El 7 de mayo de 2012 Rodrigo Rato presentó su dimisión y el día 25 de ese mes Bankia informó a la CNMV de que procedía a reformular sus cuentas del ejercicio 2011, pasando de un beneficio de 305 millones a unas pérdidas de 2.979 millones de euros. Según Pellicer, cuando se expuso al consejo de administración los problemas con las cuentas y la reformulación, su reacción fue de sorpresa.
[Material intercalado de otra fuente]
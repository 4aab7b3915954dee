package loop

import "testing"

// TestShadowingSlotsFor: the default shadowing update interval is the slots
// to travel d_c/100 at the fastest group's speed (v = km/h / 3.6 m/s),
// rounded down, in [1, 1500]; Normalise fills it from the scenario's
// fastest speed-mix entry and its update rate, and keeps a set value.
func TestShadowingSlotsFor(t *testing.T) {
	for _, c := range []struct {
		dcM, kmh, rateHz float64
		want             int
	}{
		{50, 30, 1500, 90},      // 0.5 m / 8.333 m/s = 0.06 s
		{50, 120, 1500, 22},     // 0.015 s = 22.5 slots
		{50, 3, 1500, 900},      // 0.6 s
		{20, 3, 1500, 360},      // 0.2 m / 0.8333 m/s = 0.24 s
		{50, 0, 1500, 1500},     // nobody moves: the bound
		{50, 1, 1500, 1500},     // 1.8 s, bounded to 1 s
		{50, 1000, 1500, 2},     // 0.5 m / 277.8 m/s = 2.7 slots
		{1, 1000, 1500, 1},      // 0.01 m: below one slot, one slot
		{50, 30, 750, 45},       // half the rate, half the slots
		{10000, 30, 1500, 1500}, // 100 m at 8.3 m/s: bounded
	} {
		if got := ShadowingSlotsFor(c.dcM, c.kmh, c.rateHz); got != c.want {
			t.Errorf("ShadowingSlotsFor(%g m, %g km/h, %g Hz) = %d, want %d", c.dcM, c.kmh, c.rateHz, got, c.want)
		}
	}
	sc := Scenario{
		Groups: []UserGroup{{Count: 2, Speeds: []SpeedShare{{SpeedKmh: 3}, {SpeedKmh: 120}}}, {Count: 1, Speeds: []SpeedShare{{SpeedKmh: 30}}}},
		Layout: Layout{Sites: 7},
	}
	sc.Normalise()
	if got := sc.Layout.Propagation.ShadowingSlots; got != 22 {
		t.Errorf("normalised shadowing_slots = %d, want 22 (120 km/h, the fastest entry)", got)
	}
	sc.Layout.Propagation.ShadowingSlots = 15
	sc.Normalise()
	if got := sc.Layout.Propagation.ShadowingSlots; got != 15 {
		t.Errorf("a set shadowing_slots became %d, want 15", got)
	}
}
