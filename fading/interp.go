package fading

import "math"

// The interpolator brings a process generated at an internal rate
// f_int = fs·step (step <= 1) to the sample rate fs: a Kaiser-windowed sinc
// (cut-off at half the internal rate, β = interpBeta) over interpTaps
// internal samples, tabulated at interpPhases fractional positions (the
// nearest one is used) with the weights of every position normalised to
// sum 1. For a process band-limited to |f| <= 0.2 f_int (the internal rates
// used here keep f_D <= 0.2 f_int) the complex error of an interpolated tone
// is at most 1.6e-3 (filter and phase rounding together) and its mean error
// power −62 dB relative to the signal (TestInterpolatorAccuracy).
const (
	interpTaps   = 8   // nodes k-3 .. k+4 around position k+u
	interpBefore = 3   // nodes before k
	interpPhases = 512 // tabulated fractional positions
	interpBeta   = 6.5 // Kaiser window shape
)

// interpTable[p*interpTaps+j] is the weight of node k-3+j at position
// k + p/interpPhases, p = 0..interpPhases.
var interpTable = makeInterpTable()

func besselI0(x float64) float64 {
	s, t := 1.0, 1.0
	for k := 1; k < 60; k++ {
		t *= (x / 2) / float64(k)
		s += t * t
	}
	return s
}

func makeInterpTable() []float64 {
	tab := make([]float64, (interpPhases+1)*interpTaps)
	half := float64(interpTaps) / 2
	for p := 0; p <= interpPhases; p++ {
		u := float64(p) / interpPhases
		sum := 0.0
		w := tab[p*interpTaps : (p+1)*interpTaps]
		for j := range w {
			x := u - float64(j-interpBefore)
			if math.Abs(x) >= half {
				continue
			}
			r := x / half
			win := besselI0(interpBeta*math.Sqrt(1-r*r)) / besselI0(interpBeta)
			s := 1.0
			if x != 0 {
				s = math.Sin(math.Pi*x) / (math.Pi * x)
			}
			w[j] = s * win
			sum += w[j]
		}
		for j := range w {
			w[j] /= sum
		}
	}
	return tab
}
Además, no conoció esas cuentas reformuladas con anterioridad. “No conocíamos nada de estos términos, creíamos que las cuentas eran suficientes y que estaba todo correcto”, ha afirmado.

Por su parte, García-Fuster ha recordado que en ese consejo solicitó la palabra para manifestar su “decepción y discrepancia” con cómo se había desarrollado el proceso. “Nunca, a lo largo de 18 meses, se ha expresado por la auditora ninguna objeción ni salvedad, ni tampoco por el interventor general del banco. Se nos ha comunicado siempre que el grupo Bankia había superado las exigencias del Banco de España y que los altos directivos siempre han documentado las decisiones en materia de salida a Bolsa”, indicó entonces, cuando como consecuencia anunció su voto positivo a la reformulación.